Regardless of the outcome of today’s runoff election in Mississippi between incumbent Republican Senator Cindy Hyde-Smith and Democratic challenger Mike Espy, Senator Hyde-Smith will have exposed herself at the very least as an insensitive idiot through her recent remarks, and more likely as someone whose cossetted upbringing among conservative white people in Mississippi never gave her an idea how offensively her remarks would be received by those outside that bubble.
John C. Stennis takes his seat in the Mississippi House of Representatives in 1928, the same year he received his law degree from the University of Virginia. Between 1928, when Mr. Stennis started his career in government as a Democrat, and 1988, his last year as a senator from Mississippi, the major political parties realigned, with the major shift coming in reaction to Civil Rights legislation passed during the Lyndon Johnson presidential administration.
Senator Hyde-Smith has of course attacked those attacking her for her idiotic remarks regarding public hanging and vote suppression because that is what plays best these days among emboldened white supremacist fascists in the Make America Great Again (MAGA) crowd which constitutes her major constituency. Retractions and sincere apologies are signs of weakness to those people, who would call for her lynching if she ever showed any human decency. Instead she has claimed her words were twisted by the media and by her political foes, even though she can be seen speaking those very words on video. As for suppressing the votes of liberals, she says she was only kidding.
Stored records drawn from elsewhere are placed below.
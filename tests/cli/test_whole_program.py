"""The commands on a simulated bench of their own, from the command line to the records."""

from __future__ import annotations

import json
import re
import shutil
from collections.abc import Callable
from pathlib import Path
from typing import Any, NamedTuple

import pytest

from fixture.cli.main import main


class Done(NamedTuple):
    code: int
    out: str
    err: str

    @property
    def json(self) -> Any:
        def refuse(name: str) -> None:
            raise ValueError(f"{name} is no JSON")

        return json.loads(self.out, parse_constant=refuse)


Toeline = Callable[..., Done]


@pytest.fixture
def toeline(root: Path, capsys: pytest.CaptureFixture[str]) -> Toeline:
    def run(*arguments: str) -> Done:
        code = main(["--root", str(root), *arguments])
        out, err = capsys.readouterr()
        return Done(code, out, err)

    return run


def edit(path: Path, pattern: str, by: str) -> None:
    text, count = re.subn(pattern, by, path.read_text(encoding="utf-8"), flags=re.MULTILINE)
    assert count == 1, f"{pattern} is {count} times in {path}"
    path.write_text(text, encoding="utf-8")


def test_a_good_unit_passes_and_the_json_has_all_that_was_promised(toeline: Toeline) -> None:
    done = toeline("test", "pt-2612-0001", "--json")
    assert done.code == 0, done.err
    run = done.json
    assert (run["serial"], run["model"], run["verdict"], run["bench"]) == (
        "PT-2612-0001",
        "peat",
        "PASS",
        "demo",
    )
    assert run["kind"] == "simulated"
    readings = {(one["step"], one["name"]): one for one in run["readings"]}
    current = readings["Supply current", "supply_current"]
    assert {"step", "name", "value", "unit", "low", "high", "verdict"} <= current.keys()
    assert current["low"] <= current["value"] <= current["high"]
    assert (current["unit"], current["verdict"]) == ("A", "PASS")
    assert run["curves"]
    for curve in run["curves"].values():
        assert len(curve["hz"]) == len(curve["db"]) == len(curve["low_db"]) == len(curve["high_db"]) > 20
        assert any(bound is not None for bound in curve["low_db"])
    history = toeline("trace", "PT-2612-0001", "--json").json
    assert [one["run"] for one in history["runs"]] == [run["run"]]


def test_a_planted_fault_fails_in_words_stays_with_the_serial_and_is_mended(
    toeline: Toeline, root: Path
) -> None:
    failed = toeline("test", "PT-2612-0002", "--plant", "open C1")
    assert failed.code == 1
    assert "planted in this unit: open C1" in failed.out
    assert "x FAIL  PT-" in failed.out
    assert re.search(r"^  x .*gain .*allowed", failed.out, re.MULTILINE)
    assert "toeline trace PT-2612-0002" in failed.out
    assert toeline("test", "PT-2612-0002", "--json").json["planted"] == ["open C1"]
    assert toeline("test", "PT-2612-0001", "--json").json["planted"] == []
    mended = toeline("test", "PT-2612-0002", "--mend", "--json")
    assert (mended.code, mended.json["verdict"], mended.json["planted"]) == (0, "PASS", [])
    runs = toeline("trace", "PT-2612-0002", "--json").json["runs"]
    assert [one["verdict"] for one in runs] == ["FAIL", "FAIL", "PASS"]
    assert runs[0]["planted"] == ["open C1"]
    assert runs[0]["failed"]


def test_a_shorted_supply_is_the_units_fault_and_ends_the_test(toeline: Toeline) -> None:
    done = toeline("test", "PT-2612-0003", "--plant", "short C4", "--json")
    assert done.code == 1
    run = done.json
    assert run["verdict"] == "FAIL"
    (current,) = run["readings"]
    assert current["name"] == "supply_current"
    assert "draws at least the limit of 20 mA" in current["said"]


@pytest.mark.parametrize(
    ("words", "said"),
    [("opn C1", "not a fault"), ("open R99", "no part 'R99'"), ("short C11", "nearest: C1")],
)
def test_words_that_are_no_fault_are_not_kept(toeline: Toeline, root: Path, words: str, said: str) -> None:
    done = toeline("test", "PT-2612-0001", "--plant", words)
    assert (done.code, done.out, done.err.count("\n")) == (2, "", 1)
    assert said in done.err
    assert not list(root.glob("logs/**/planted.json"))


@pytest.mark.parametrize(
    ("arguments", "said"),
    [
        (("XX-1",), r"no model owns this serial; peat has serials like PT-"),
        (("PT-2612-0001", "--model", "peet"), "did you mean peat"),
        (("XX-1", "--model", "peat"), "PT-2612-0001"),
        (("PT-2612-0001", "--procedure", "lin"), "did you mean line"),
        (("",), "is not a serial"),
        (("--plant", "open C1"), "go with a serial"),
    ],
)
def test_what_cannot_be_tested_is_one_line_and_leaves_no_record(
    toeline: Toeline, root: Path, arguments: tuple[str, ...], said: str
) -> None:
    done = toeline("test", *arguments)
    assert (done.code, done.out, done.err.count("\n")) == (2, "", 1)
    assert re.search(said, done.err)
    assert not list(root.glob("logs/**/*.csv"))


def test_a_verdict_that_could_not_be_kept_is_not_given(toeline: Toeline, root: Path) -> None:
    (root / "logs").write_text("a file where the folder should be")
    done = toeline("test", "PT-2612-0001", "--json")
    assert (done.code, done.out, done.err.count("\n")) == (3, "", 1)
    assert str(root / "logs") in done.err


def test_another_instrument_than_the_bench_file_says_is_found_before_anything_is_recorded(
    toeline: Toeline, root: Path
) -> None:
    edit(root / "bench.toml", "simulated multimeter,M-0001", "simulated multimeter,M-0002")
    done = toeline("test", "PT-2612-0001", "--json")
    assert (done.code, done.out) == (3, "")
    assert "M-0002" in done.err and "M-0001" in done.err and "multimeter" in done.err
    assert not any("PT-2612-0001" in path.read_text() for path in root.glob("logs/**/*.csv"))


def test_a_bench_file_without_an_instrument_names_it(toeline: Toeline, root: Path) -> None:
    edit(root / "bench.toml", r"^\[supply\]\n(?:\w.*\n)+", "")
    done = toeline("test", "PT-2612-0001")
    assert (done.code, done.out) == (2, "")
    assert "bench.toml" in done.err and "supply" in done.err


def test_all_faults_of_a_limits_file_are_told_with_their_lines(toeline: Toeline, root: Path) -> None:
    path = root / "limits" / "peat" / "limits.toml"
    edit(path, r'^volts = "9 V"', 'volts = "nine"')
    edit(path, r'^ground = "positive"', 'ground = "left"')
    edit(path, r'^net = "q2e"', 'net = "q9e"')
    done = toeline("test", "PT-2612-0001")
    assert (done.code, done.out) == (2, "")
    for wrong in ("nine", "left", "q9e"):
        line = next(n for n, text in enumerate(path.read_text().splitlines(), 1) if wrong in text)
        assert f"{path}:{line}: " in done.err


@pytest.mark.parametrize(
    ("card", "said"),
    [
        ("Rx lonely 0x 1k", "lonely"),
        ("Xx q1b 0 thing", "Xx"),
        ("Rx q1b 0 0", "Rx"),
        ("Qx q1c q1b 0 GHOST", "GHOST"),
    ],
)
def test_a_fault_of_the_models_netlist_is_told_with_its_line(
    toeline: Toeline, root: Path, card: str, said: str
) -> None:
    path = root / "limits" / "peat" / "circuit.cir"
    lines = path.read_text(encoding="utf-8").splitlines()
    where = next(n for n, text in enumerate(lines) if text.startswith("R2"))
    path.write_text("\n".join([*lines[:where], card, *lines[where:]]) + "\n", encoding="utf-8")
    done = toeline("test", "PT-2612-0001")
    assert (done.code, done.out) == (2, "")
    assert f"{path}:{where + 1}: " in done.err
    assert said.lower() in done.err.lower()


@pytest.mark.parametrize("words", ["open Rload", "value Rsrc x10"])
def test_a_fault_in_a_part_whose_place_the_bench_takes_is_refused(toeline: Toeline, words: str) -> None:
    done = toeline("test", "PT-2612-0001", "--plant", words)
    assert (done.code, done.out) == (2, "")
    assert "stands outside the pedal, the bench takes its place" in done.err


def test_a_bench_without_a_probe_that_the_procedure_reads_is_refused_before_power(
    toeline: Toeline, root: Path
) -> None:
    edit(root / "bench.toml", r"^TP3 = 123\b", "TP9 = 123")
    done = toeline("test", "PT-2612-0001")
    assert (done.code, done.out, done.err.count("\n")) == (2, "", 1)
    assert "[switchbox.probes] lacks TP3 (q2_collector)" in done.err
    assert not any("PT-2612-0001" in path.read_text() for path in root.glob("logs/**/*.csv"))


def test_two_models_that_take_the_same_serials_are_found_by_the_check(toeline: Toeline, root: Path) -> None:
    shutil.copytree(root / "limits" / "peat", root / "limits" / "marl")
    edit(root / "limits" / "marl" / "limits.toml", r'^name = "peat"', 'name = "marl"')
    done = toeline("limits", "check")
    assert done.code == 2 and done.err.count("\n") == 1
    assert "a scan would not tell the model" in done.err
Ha-ha, Senator Hyde-Smith, you are very funny with your joking about Jim Crow vote suppression of liberals, by which of course everyone in the 37 percent black state of Mississippi knows you mean suppressing the votes of black folks. That stuff is indeed side-splittingly funny! And your “good old gal” remark about how you like someone so much that you’d be at the front row of a public hanging if he invited you, by which everyone in the state of Mississippi, where public lynching of black folks over 100 years from the Civil War to the Civil Rights era was a well-known occurrence, why that’s a knee-slapper, and goodness knows little ol’ you meant no harm by it, did you, Sugar? Bless your heart!
It is likely that hundreds of thousands of Mississippianswill vote for Senator Hyde-Smith in the runoff election. Unless those voters were living under a rock, they had to have heard the Senator’s remarks or heard of them. They will vote for her anyway. For too many of them, most likely the MAGA fanatics among them, her recent remarks will be reason enough to vote for her. She is an awful person, and like the awful person currently occupying the Oval Office of the White House, she is a symptom of what’s wrong with the country, not the disease. The disease is carried by all those voters in Mississippi and elsewhere who are laughing with her, rather than being appalled not just by her remarks, but by the mindset that brought them out of her mouth in the first place, and then made her turn on everyone but herself to quiet the uproar over them. Look at your friends, neighbors, and family for those carrying the disease of not taking cruelty seriously, and laughing at the debasement of the Other.
— Vita
Secretary of Defense designate Elliot Richardson, right, talks with Senator John C. Stennis, D-Miss., chairman of the Senate Armed Services Committee, prior to his nomination hearing at the U.S. Capitol on January 10, 1973. By the 1970s, Republican conversion of conservative southern Democrats was nearly complete. Mr. Stennis would retain his Democratic Party affiliation through the remainder of his career, though in name only since he was aligned ideologically with conservative Republicans. In 1982, he was the last Democratic senator elected from Mississippi.